Verbannen tot het platteland dat je zo goed kent, verlang je naar de stad. Een koffie in de Republiek, een boek in de Limerick, een film in de Lumière... Het zijn voorlopig ontzettend onbereikbare dingen nu die je met elke quarantaine-dag die voorbijgaat nog meer naar waarde schat. En ondertussen pak je op wat was blijven liggen. Je leest biografieën waarin de wereld bruist en het leven je bij het nekvel grijpt. Je wandelt en fietst de dorpen aan elkaar. “April is the cruellest month”. Nog veel meer dan andere jaren hoor ik hoe onze oude vriend T.S. Eliot wordt geciteerd. In een land dat heel erg op een “waste land” is gaan lijken. En toch is het niet de uitzichtloosheid; het is het moedwillig stilstaan dat ons verlamt. “Het even buiten de wereld te moeten staan”.  En vaststellen dat April daar hoegenaamd geen boodschap aan heeft.

April weet ook dit jaar niet van ophouden. Niet van ophouden met beginnen!  Omgekeerd evenredig aan hoe bezwaard een gemoed kan zijn is daar, mateloos weer, de volle aarde. Ontrold, geploegd, opgerakeld: de aarde van april.
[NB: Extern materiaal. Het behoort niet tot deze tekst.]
@dataclass(frozen=True)
class SpikeModel:
    """How :func:`simulate_recording` draws each ROI's spike train.

    Validated when made: a bad field raises ValueError naming it, its value and what to give instead.

    Attributes
    ----------
    rate_hz : float or tuple of float, default 1.0
        Mean firing rate in spikes per second (>= 0): one number for every
        ROI, or one per ROI (any 1-D sequence; stored as a tuple).
    spike_model : {"poisson", "renewal", "bursts"}, default "poisson"
        ``"poisson"``: Poisson process.  ``"renewal"``: intervals are a dead
        time ``refractory_s`` plus a gamma variable of shape ``isi_shape``
        (``isi_shape=1``: dead-time Poisson), mean interval ``1/rate_hz``.
        ``"bursts"``: burst onsets form a Poisson process of rate ``rate_hz
        / burst_size_mean``; a burst has ``1 + Poisson(burst_size_mean - 1)``
        spikes ``burst_isi_s`` apart.
    refractory_s : float, default 0.002
        Dead time of the renewal model (>= 0, ``refractory_s * rate_hz < 1``).
    isi_shape : float, default 1.0
        Gamma shape of the renewal model (> 0); the interval CV is
        ``(1 - refractory_s rate_hz) / sqrt(isi_shape)``.
    burst_size_mean : float, default 3.0
        Mean spikes per burst (>= 1 for ``"bursts"``, > 0 otherwise).
    burst_isi_s : float, default 0.01
        Interval between spikes within a burst (> 0).
    rate_modulation : {None, "sinusoid", "random"}, default None
        Slow modulation of the rate: ``"sinusoid"``: ``rate (1 + depth sin(2
        pi t / period + phase))`` with a random phase per ROI (depth in
        [0, 1]); ``"random"``: ``rate exp(depth z(t) - depth**2 / 2)``, z a
        unit-variance Ornstein-Uhlenbeck process [2]_ with time constant
        ``period`` (depth = s.d. of the log rate).  Applied by
        time-rescaling [1]_: the renewal dead time and the burst onsets
        follow the local rate.
    rate_modulation_depth : float, default 0.5
        ``depth`` above (>= 0; <= 1 for ``"sinusoid"``).
    rate_modulation_period_s : float, default 10.0
        ``period`` above, in seconds (> 0).

    References
    ----------
    .. [1] Brown, E. N., Barbieri, R., Ventura, V., Kass, R. E. & Frank, L. M.
       (2002). The time-rescaling theorem and its application to neural
       spike train data analysis. Neural Comput. 14, 325-346.
    .. [2] Uhlenbeck, G. E. & Ornstein, L. S. (1930). On the theory of the
       Brownian motion. Phys. Rev. 36, 823-841.

    Examples
    --------
    >>> SpikeModel(rate_hz=[0.5, 2.0], spike_model="bursts").rate_hz
    (0.5, 2.0)
    """

    rate_hz: float | tuple[float, ...] = 1.0
    spike_model: str = "poisson"
    refractory_s: float = 0.002
    isi_shape: float = 1.0
    burst_size_mean: float = 3.0
    burst_isi_s: float = 0.01
    rate_modulation: str | None = None
    rate_modulation_depth: float = 0.5
    rate_modulation_period_s: float = 10.0

    def __post_init__(self):
        owner = type(self).__name__
        check_choice(self.spike_model, f"{owner}.spike_model", SPIKE_MODELS)
        check_choice(self.rate_modulation, f"{owner}.rate_modulation", _RATE_MODULATIONS)
        _check_fields(self, _SPIKE_FIELDS)
        top_rate = max(self.rate_hz) if isinstance(self.rate_hz, tuple) else self.rate_hz
        if self.spike_model == "renewal" and self.refractory_s * top_rate >= 1.0:
            raise ValueError(f"{owner}: refractory_s * rate_hz must be < 1 for the renewal model, got refractory_s="
                             f"{self.refractory_s!r} with rate_hz up to {top_rate!r}; give a shorter refractory_s "
                             f"or a lower rate_hz (the dead time alone would fill every interval)")
        if self.spike_model == "bursts" and self.burst_size_mean < 1.0:
            raise ValueError(f"{owner}.burst_size_mean must be >= 1 for the bursts model (a burst has at least one "
                             f"spike), got {self.burst_size_mean!r}")
        if self.rate_modulation == "sinusoid" and self.rate_modulation_depth > 1.0:
            raise ValueError(f"{owner}.rate_modulation_depth must be in [0, 1] for a sinusoid (the rate would go "
                             f"below 0), got {self.rate_modulation_depth!r}; use rate_modulation='random' for "
                             f"deeper, log-normal changes")
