def test_form_flow_claims_shows_and_moves_on(client, staff_client, session, store, settings):
    trial = factories.make_trial(session, timezone="Europe/Lisbon")
    trial.second_review_share = 0.0
    device, _ = factories.make_device(session, trial)
    home = factories.make_home(session, trial)
    factories.make_installation(
        session, device, home, room="living_room", installed_at=T0 - dt.timedelta(days=1)
    )
    a = [
        factories.make_alert(
            session,
            store,
            settings,
            device,
            now=T0 + dt.timedelta(minutes=i),
            detected_at=T0 + dt.timedelta(minutes=i),
            score=0.83,
        )
        for i in range(2)
    ]
    rev = staff_client("reviewer")
    home_page = rev.get("/review")
    assert home_page.status_code == 200 and 'id="waiting-count">2<' in home_page.text
    r = rev.post(
        "/review/next",
        data={"csrf_token": csrf_of(rev), "trial": trial.code, "sound_class": ""},
        follow_redirects=False,
    )
    assert r.status_code == 303 and r.headers["location"] == f"/review/{a[0].id}"
    page = rev.get(r.headers["location"])
    assert page.status_code == 200
    html = page.text
    local = a[0].detected_at.astimezone(zoneinfo.ZoneInfo("Europe/Lisbon"))
    assert local.strftime("%H:%M:%S") in html and "Europe/Lisbon" in html
    assert home.code in html and "living room" in html and "0.83" in html and "smoke alarm" in html
    for key in (
        "<kbd>C</kbd>",
        "<kbd>F</kbd>",
        "<kbd>U</kbd>",
        "<kbd>X</kbd>",
        "<kbd>1</kbd>",
        "<kbd>=</kbd>",
        "<kbd>Space</kbd>",
        "<kbd>Enter</kbd>",
        "<kbd>S</kbd>",
        "<kbd>D</kbd>",
        "<kbd>P</kbd>",
    ):
        assert key in html
    assert "frequency, kHz" in html and "time, s" in html
    r = rev.post(
        f"/review/{a[0].id}",
        data={"csrf_token": csrf_of(rev), "label": "confirmed", "cause": "dog", "note": ""},
        follow_redirects=False,
    )
    assert r.status_code == 303 and r.headers["location"] == f"/review/{a[1].id}"
    session.expire_all()
    assert session.get(Alert, a[0].id).final_label == "confirmed"
    assert session.get(Alert, a[0].id).final_cause is None  # a stale cause radio is dropped
    r = rev.post(
        f"/review/{a[1].id}",
        data={"csrf_token": csrf_of(rev), "label": "false_alarm"},
        follow_redirects=False,
    )
    assert r.status_code == 422 and "A false alarm needs a cause." in r.text
    r = rev.post(
        f"/review/{a[1].id}", data={"csrf_token": csrf_of(rev), "label": "unusable"}, follow_redirects=False
    )
    assert r.status_code == 303 and r.headers["location"] == "/review?empty=1"
    assert 'id="queue-empty"' in rev.get("/review?empty=1").text
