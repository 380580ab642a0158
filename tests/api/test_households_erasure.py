"""Withdrawal with erasure (two steps, irreversible) and the purge of clips past retention."""

from __future__ import annotations

import datetime as dt
import hashlib
import json
import re

from sqlalchemy import func, select

from server.auth.models import AuditEvent
from server.devices.models import Alert, Clip
from server.households import erasure, service
from server.households.models import HomeContact, HomeStateChange
from server.review.models import Verdict
from tests import factories
from tests.conftest import csrf_of


def json_client(staff_client, role="coordinator"):  # type: ignore[no-untyped-def]
    c = staff_client(role)
    c.headers["X-CSRF-Token"] = csrf_of(c)
    return c


def day(n: int, hour: int = 9) -> dt.datetime:
    start = (dt.datetime.now(dt.UTC) - dt.timedelta(days=60)).replace(
        hour=0, minute=0, second=0, microsecond=0
    )
    return start + dt.timedelta(days=n, hours=hour)


def household_with_clips(session, settings, store, trial, *, retention_days=90):  # type: ignore[no-untyped-def]
    device, token = factories.make_device(session, trial)
    device.test_token = token  # for tests that post as the device
    home = factories.make_installed_home(
        session, trial, device, installed_at=day(1), retention_days=retention_days
    )
    service.set_contact(
        session,
        home,
        names="Cleo Sample",
        address="1 Sample Row",
        phone="0161 496 0000",
        email="cleo@example.test",
        access_notes="key with neighbour",
    )
    service.transition(session, home, "paused", at=day(2), note="Cleo asked for a pause")
    service.transition(session, home, "active", at=day(3))
    alerts = [
        factories.make_alert(
            session, store, settings, device, detected_at=day(4, h), sound_class=cls, score=sc
        )
        for h, cls, sc in [(10, "smoke_alarm", 0.91), (11, "baby_cry", 0.77)]
    ]
    reviewer, _ = factories.make_user(session, role="reviewer")
    session.add(
        Verdict(
            alert_id=alerts[0].id,
            reviewer_id=reviewer.id,
            round=1,
            label="false_alarm",
            cause="speech",
            note="heard someone say their name",
        )
    )
    alerts[0].final_label, alerts[0].final_cause, alerts[0].state = "false_alarm", "speech", "final"
    session.flush()
    return device, home, alerts
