/**
 * Step 1: two vertex-disjoint paths from v, one to s and one to t (unit flow), O(n + m) per
 * query. The flow network is built once for all variables and each query undoes only what it
 * changed: building it per variable was 70% of `roles` on 2,000 variables (node --cpu-prof).
 */
function simplePathTester(r: ReducedGraph): (v: number) => boolean {
	const n = r.size;
	// u_in = 2u, u_out = 2u + 1; the super-sink is 2n.
	const superSink = 2 * n;
	const head = new Int32Array(superSink + 1).fill(-1);
	const to: number[] = [];
	const next: number[] = [];
	const arc = (a: number, b: number) => {
		to.push(b); next.push(head[a]); head[a] = to.length - 1;
		to.push(a); next.push(head[b]); head[b] = to.length - 1;
	};
	for (let u = 0; u < n; u++) {
		arc(2 * u, 2 * u + 1);
		for (const w of r.adjacency[u]) arc(2 * u + 1, 2 * w);
	}
	arc(2 * r.source + 1, superSink);
	arc(2 * r.sink + 1, superSink);
	const toNode = Int32Array.from(to);
	const nextArc = Int32Array.from(next);
	const cap = new Int8Array(toNode.length);
	for (let e = 0; e < cap.length; e += 2) cap[e] = 1;
	const via = new Int32Array(superSink + 1);
	const seenIn = new Int32Array(superSink + 1);
	let search = 0;
	const changed: number[] = [];
	const queue = new Int32Array(superSink + 1);
	return (v: number): boolean => {
		// v's own split arc is never used (v_in is never entered): both units leave from v_out.
		const start = 2 * v + 1;
		let ok = true;
		for (let flow = 0; flow < 2 && ok; flow++) {
			search++;
			let tail = 0;
			queue[tail++] = start;
			seenIn[start] = search;
			let reached = false;
			for (let i = 0; i < tail && !reached; i++) {
				const a = queue[i];
				for (let e = head[a]; e !== -1; e = nextArc[e]) {
					const b = toNode[e];
					if (seenIn[b] === search || cap[e] <= 0 || b === 2 * v) continue;
					seenIn[b] = search;
					via[b] = e;
					if (b === superSink) {
						reached = true;
						break;
					}
					queue[tail++] = b;
				}
			}
			if (!reached) ok = false;
			else
				for (let b = superSink; b !== start; b = toNode[via[b] ^ 1]) {
					cap[via[b]] -= 1;
					cap[via[b] ^ 1] += 1;
					changed.push(via[b]);
				}
		}
		for (const e of changed) {
			const forward = e & ~1; // arcs come in (forward, backward) pairs
			cap[forward] = 1;
			cap[forward + 1] = 0;
		}
		changed.length = 0;
		return ok;
	};
}
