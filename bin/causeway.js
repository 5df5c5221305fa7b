#!/usr/bin/env node
// Entry point of the `causeway` command. The command itself is bundled from src/cli by
// scripts/build-cli.mjs (run by `npm install` through the "prepare" script).
import { existsSync } from 'node:fs';
import { fileURLToPath, pathToFileURL } from 'node:url';
import { dirname, join } from 'node:path';

const bundle = join(dirname(fileURLToPath(import.meta.url)), '..', 'dist-cli', 'causeway.mjs');
if (!existsSync(bundle)) {
	process.stderr.write('causeway: the command is not built yet; run `npm install` (or `npm run build:cli`) in the project folder\n');
	process.exit(2);
}
// Standard output and error are written synchronously by the bundle's processIo (no stream
// objects, so nothing is loaded for them at start-up and a closed pipe or a full disk is one
// line on stderr and exit status 2, never a stack trace).
const { main, processIo } = await import(pathToFileURL(bundle).href);
process.exitCode = await main(process.argv.slice(2), processIo());
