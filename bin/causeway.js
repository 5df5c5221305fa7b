#!/usr/bin/env node
// Entry point of the `causeway` command. The command itself is bundled from src/cli by
// scripts/build-cli.mjs (run by `npm install` through the "prepare" script).
import { existsSync } from 'node:fs';
import { fileURLToPath, pathToFileURL } from 'node:url';
import { dirname, join } from 'node:path';

const bundle = join(dirname(fileURLToPath(import.meta.url)), '..', 'dist-cli', 'causeway.mjs');
if (!existsSync(bundle)) {
	process.stderr.write('causeway: the command is not built yet; run `npm install` (or `npm run build:cli`) in the project folder\n');
	process.exit(2);
}
// A reader that stops early (`causeway claims d.json | head`) closes the pipe: that is not an
// error of ours, so end quietly as other Unix tools do instead of printing a stack trace.
process.stdout.on('error', (err) => {
	if (err && err.code === 'EPIPE') process.exit(process.exitCode ?? 0);
	throw err;
});
const { main } = await import(pathToFileURL(bundle).href);
process.exitCode = await main(process.argv.slice(2), {
	stdout: (s) => process.stdout.write(s),
	stderr: (s) => process.stderr.write(s),
	readFile: undefined
});
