import { describe, expect, it } from 'vitest';
import { ensembleConstants, ensembleLabel, sparseProbability, type EnsembleSpec } from '../../../harness/numeric/ensemble.js';
import { randomStream } from '../../../harness/numeric/random-stream.js';
import { sampleMatrix } from '../../../harness/numeric/sample-wigner.js';
import { hermitianDefect, type SquareMatrix } from '../../../harness/numeric/square-matrix.js';
import { expectWithinStandardErrors, meanAndStandardError } from './hypothesis-checks.js';

/**
 * Entry-level moments of the sampled ensembles against the conventions of THEORY.md
 * ("Conventions") and the κ4 of ensemble.ts. Entries of one matrix are independent up to symmetry
 * and identically distributed off the diagonal (likewise on it), so the upper-triangle entries of
 * many matrices pool into one i.i.d. sample; the moments are exact at every N (no finite-N
 * allowance is needed), and each mean is z-tested with the standard error estimated from the
 * sample itself (hypothesis-checks.ts: |z| ≤ 4.5, false alarm ≈ 6.8·10⁻⁶ per comparison).
 */
const N = 12;
const MATRICES = 300;

/** E x⁴ / (E x²)² of the unit-variance diagonal laws: gaussian 3, rademacher 1, uniform 9/5 (exact). */
const DIAGONAL_KURTOSIS = { gaussian: 3, rademacher: 1, uniform: 9 / 5, zero: 0 } as const;

const SPECS: EnsembleSpec[] = [
  { kind: 'goe' },
  { kind: 'gue' },
  { kind: 'wigner', field: 'real', offDiagonal: 'gaussian', diagonal: 'zero', diagonalVariance: 0 },
  { kind: 'wigner', field: 'real', offDiagonal: 'rademacher', diagonal: 'rademacher', diagonalVariance: 0.5 },
  { kind: 'wigner', field: 'real', offDiagonal: 'uniform', diagonal: 'uniform', diagonalVariance: 1.5 },
  { kind: 'wigner', field: 'real', offDiagonal: 'sparse-bernoulli', meanDegree: 3, diagonal: 'gaussian', diagonalVariance: 1 },
  { kind: 'wigner', field: 'complex', offDiagonal: 'gaussian', diagonal: 'uniform', diagonalVariance: 2 },
  { kind: 'wigner', field: 'complex', offDiagonal: 'rademacher', diagonal: 'gaussian', diagonalVariance: 1 },
  { kind: 'wigner', field: 'complex', offDiagonal: 'uniform', diagonal: 'zero', diagonalVariance: 0 },
  { kind: 'wigner', field: 'complex', offDiagonal: 'sparse-bernoulli', meanDegree: 3, diagonal: 'rademacher', diagonalVariance: 3 },
];

interface EntrySample {
  readonly offRe: Float64Array;
  readonly offIm: Float64Array;
  readonly diagRe: Float64Array;
  readonly worstDefect: number;
  readonly worstDiagonalIm: number;
}

function collectEntries(spec: EnsembleSpec, seed: number): EntrySample {
  const offCount = (MATRICES * N * (N - 1)) / 2;
  const offRe = new Float64Array(offCount);
  const offIm = new Float64Array(offCount);
  const diagRe = new Float64Array(MATRICES * N);
  let worstDefect = 0;
  let worstDiagonalIm = 0;
  let o = 0;
  for (let m = 0; m < MATRICES; m++) {
    const h: SquareMatrix = sampleMatrix(spec, N, randomStream(seed, ensembleLabel(spec), m));
    worstDefect = Math.max(worstDefect, hermitianDefect(h));
    const stride = h.field === 'complex' ? 2 : 1;
    for (let i = 0; i < N; i++) {
      diagRe[m * N + i] = h.data[stride * (i * N + i)];
      if (stride === 2) worstDiagonalIm = Math.max(worstDiagonalIm, Math.abs(h.data[2 * (i * N + i) + 1]));
      for (let j = i + 1; j < N; j++) {
        offRe[o] = h.data[stride * (i * N + j)];
        offIm[o] = stride === 2 ? h.data[2 * (i * N + j) + 1] : 0;
        o++;
      }
    }
  }
  return { offRe, offIm, diagRe, worstDefect, worstDiagonalIm };
}

function mapped(n: number, f: (k: number) => number): Float64Array {
  const out = new Float64Array(n);
  for (let k = 0; k < n; k++) out[k] = f(k);
  return out;
}

function expectMean(label: string, values: Float64Array, expected: number): void {
  const { mean, standardError } = meanAndStandardError(values);
  if (standardError < 1e-12 * Math.max(1, Math.abs(mean))) {
    // The statistic is constant under this law (e.g. |h|² for Rademacher entries): no sampling
    // error, so the mean must equal the expectation up to rounding (a few ulps per term).
    expect(Math.abs(mean - expected), `${label}: observed ${mean}, expected ${expected}`).toBeLessThanOrEqual(1e-12 * Math.max(1, Math.abs(expected)));
    return;
  }
  expectWithinStandardErrors(label, mean, expected, standardError);
}

describe('sampleMatrix: moments of the entries per law', () => {
  SPECS.forEach((spec, s) => {
    const name = ensembleLabel(spec);
    it(`${name}: Hermitian, centred, E|h|² = 1/N, κ4 as in ensemble.ts, Var h_ii = σ_d²/N`, () => {
      const e = collectEntries(spec, 1000 + s);
      const constants = ensembleConstants(spec, N);
      const complex = constants.field === 'complex';
      const n = e.offRe.length;
      expect(e.worstDefect, 'max |h_ij − conj h_ji|').toBe(0);
      expect(e.worstDiagonalIm, 'max |Im h_ii|').toBe(0);

      // Off-diagonal: mean, variance 1/N and the fourth moment N²E|h|⁴ = κ4 + 3 (real) or + 2 (complex).
      const sqrtN = Math.sqrt(N);
      const modulus2 = mapped(n, (k) => N * (e.offRe[k] ** 2 + e.offIm[k] ** 2));
      expectMean(`${name}: √N E Re h_ij`, mapped(n, (k) => sqrtN * e.offRe[k]), 0);
      expectMean(`${name}: N E|h_ij|²`, modulus2, 1);
      expectMean(`${name}: N² E|h_ij|⁴ − ${complex ? 2 : 3} (κ4)`, mapped(n, (k) => modulus2[k] ** 2 - (complex ? 2 : 3)), constants.kappa4);
      if (complex) {
        // E h² = 0: the pseudo-variance N E h_ij² = N E(a² − b²) + 2i N E ab vanishes.
        expectMean(`${name}: √N E Im h_ij`, mapped(n, (k) => sqrtN * e.offIm[k]), 0);
        expectMean(`${name}: N E Re h_ij²`, mapped(n, (k) => N * (e.offRe[k] ** 2 - e.offIm[k] ** 2)), 0);
        expectMean(`${name}: N E Im h_ij²`, mapped(n, (k) => 2 * N * e.offRe[k] * e.offIm[k]), 0);
      }

      // Diagonal: centred, N E h_ii² = σ_d², N² E h_ii⁴ = σ_d⁴ · kurtosis of the diagonal law.
      const d = e.diagRe.length;
      const sigma2 = constants.diagonalVariance;
      const law = spec.kind === 'wigner' ? spec.diagonal : 'gaussian';
      if (law === 'zero') {
        expect(e.diagRe.every((x) => Object.is(x, 0))).toBe(true);
      } else {
        const diag2 = mapped(d, (k) => N * e.diagRe[k] ** 2);
        expectMean(`${name}: √N E h_ii`, mapped(d, (k) => sqrtN * e.diagRe[k]), 0);
        expectMean(`${name}: N E h_ii² (σ_d²)`, diag2, sigma2);
        expectMean(`${name}: N² E h_ii⁴`, mapped(d, (k) => diag2[k] ** 2), sigma2 ** 2 * DIAGONAL_KURTOSIS[law]);
      }
    });
  });
});

describe('sampleMatrix: supports of the bounded laws (exact)', () => {
  const s = 1 / Math.sqrt(N);
  const tol = 1e-15;

  it('real Rademacher entries are ±1/√N and the diagonal ±σ_d/√N', () => {
    const e = collectEntries(SPECS[3], 7);
    expect(e.offRe.every((x) => Math.abs(Math.abs(x) - s) <= tol)).toBe(true);
    expect(e.diagRe.every((x) => Math.abs(Math.abs(x) - Math.sqrt(0.5 / N)) <= tol)).toBe(true);
  });

  it('complex Rademacher entries are (±1 ± i)/√(2N) with all four phases present', () => {
    const e = collectEntries(SPECS[7], 8);
    const quadrants = new Set<string>();
    let offSupport = 0;
    for (let k = 0; k < e.offRe.length; k++) {
      const a = s * Math.SQRT1_2;
      if (Math.abs(Math.abs(e.offRe[k]) - a) > tol || Math.abs(Math.abs(e.offIm[k]) - a) > tol) offSupport++;
      quadrants.add(`${Math.sign(e.offRe[k])}${Math.sign(e.offIm[k])}`);
    }
    expect(offSupport, 'entries off the support').toBe(0);
    expect(quadrants.size).toBe(4);
  });

  it('uniform entries stay inside [−√3, √3]/√N (real) and the square [−√(3/2), √(3/2)]²/√N (complex)', () => {
    const real = collectEntries(SPECS[4], 9);
    expect(real.offRe.every((x) => Math.abs(x) <= Math.sqrt(3) * s)).toBe(true);
    const cplx = collectEntries(SPECS[8], 10);
    const edge = Math.sqrt(1.5) * s;
    expect(cplx.offRe.every((x, k) => Math.abs(x) <= edge && Math.abs(cplx.offIm[k]) <= edge)).toBe(true);
  });

  it('sparse entries are 0 or of modulus 1/√(pN), non-zero with probability p = d/N (binomial z-test)', () => {
    for (const spec of [SPECS[5], SPECS[9]]) {
      const p = sparseProbability(N, 3);
      const e = collectEntries(spec, 11);
      const n = e.offRe.length;
      let nonZero = 0;
      for (let k = 0; k < n; k++) {
        const r2 = e.offRe[k] ** 2 + e.offIm[k] ** 2;
        if (r2 === 0) continue;
        nonZero++;
        expect(Math.abs(r2 * p * N - 1)).toBeLessThanOrEqual(1e-14);
      }
      expectWithinStandardErrors(`${ensembleLabel(spec)}: fraction non-zero`, nonZero / n, p, Math.sqrt((p * (1 - p)) / n));
    }
  });
});

describe('sampleMatrix: determinism and draw order', () => {
  it('gives the same matrix for the same spec, size and stream, and a different one for another index', () => {
    for (const spec of SPECS) {
      const a = sampleMatrix(spec, 9, randomStream(5, 'det', 3));
      const b = sampleMatrix(spec, 9, randomStream(5, 'det', 3));
      const c = sampleMatrix(spec, 9, randomStream(5, 'det', 4));
      expect(Array.from(a.data)).toEqual(Array.from(b.data));
      expect(Array.from(a.data)).not.toEqual(Array.from(c.data));
    }
  });

  it('fills the upper triangle row by row, diagonal first (GOE: h_00 = √(2/N) z₁, h_01 = z₂/√N, h_02 = z₃/√N, h_11 = √(2/N) z_N+1)', () => {
    const size = 5;
    const h = sampleMatrix({ kind: 'goe' }, size, randomStream(1, 'order', 0));
    const s = randomStream(1, 'order', 0);
    const z = Array.from({ length: size + 1 }, () => s.nextNormal());
    expect(h.data[0]).toBe(Math.sqrt(2 / size) * z[0]);
    expect(h.data[1]).toBe((1 / Math.sqrt(size)) * z[1]);
    expect(h.data[2]).toBe((1 / Math.sqrt(size)) * z[2]);
    expect(h.data[size + 1]).toBe(Math.sqrt(2 / size) * z[size]);
    expect(h.data[size]).toBe(h.data[1]);
  });

  it('samples GOE as the real Gaussian Wigner ensemble with σ_d² = 2 and GUE as the complex one with σ_d² = 1', () => {
    const goe = sampleMatrix({ kind: 'goe' }, 6, randomStream(2, 'same', 0));
    const wr = sampleMatrix({ kind: 'wigner', field: 'real', offDiagonal: 'gaussian', diagonal: 'gaussian', diagonalVariance: 2 }, 6, randomStream(2, 'same', 0));
    expect(Array.from(goe.data)).toEqual(Array.from(wr.data));
    const gue = sampleMatrix({ kind: 'gue' }, 6, randomStream(2, 'same', 0));
    const wc = sampleMatrix({ kind: 'wigner', field: 'complex', offDiagonal: 'gaussian', diagonal: 'gaussian', diagonalVariance: 1 }, 6, randomStream(2, 'same', 0));
    expect(Array.from(gue.data)).toEqual(Array.from(wc.data));
  });

  it('rejects sizes that are not positive integers and sparse ensembles without a degree', () => {
    expect(() => sampleMatrix({ kind: 'goe' }, 0, randomStream(0, 'bad', 0))).toThrow(RangeError);
    expect(() => sampleMatrix({ kind: 'goe' }, 2.5, randomStream(0, 'bad', 0))).toThrow(RangeError);
    expect(() =>
      sampleMatrix({ kind: 'wigner', field: 'real', offDiagonal: 'sparse-bernoulli', diagonal: 'zero', diagonalVariance: 0 }, 4, randomStream(0, 'bad', 0)),
    ).toThrow(RangeError);
  });
});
In al haar facetten gaat ze open, klaar voor het groen, het niet te stelpen fluweel dat komt.

En wij die ons, of we dat nu willen of niet, daarop verheugen. Luister hoe de merels en de vinken, hoe de vogels zich laten horen. Kijk maar hoe de kievit, op- en neerduikend, over de velden zeilt. Hoor hoe het zijn kreet is die opklinkt in de klamme stilte van jouw hart.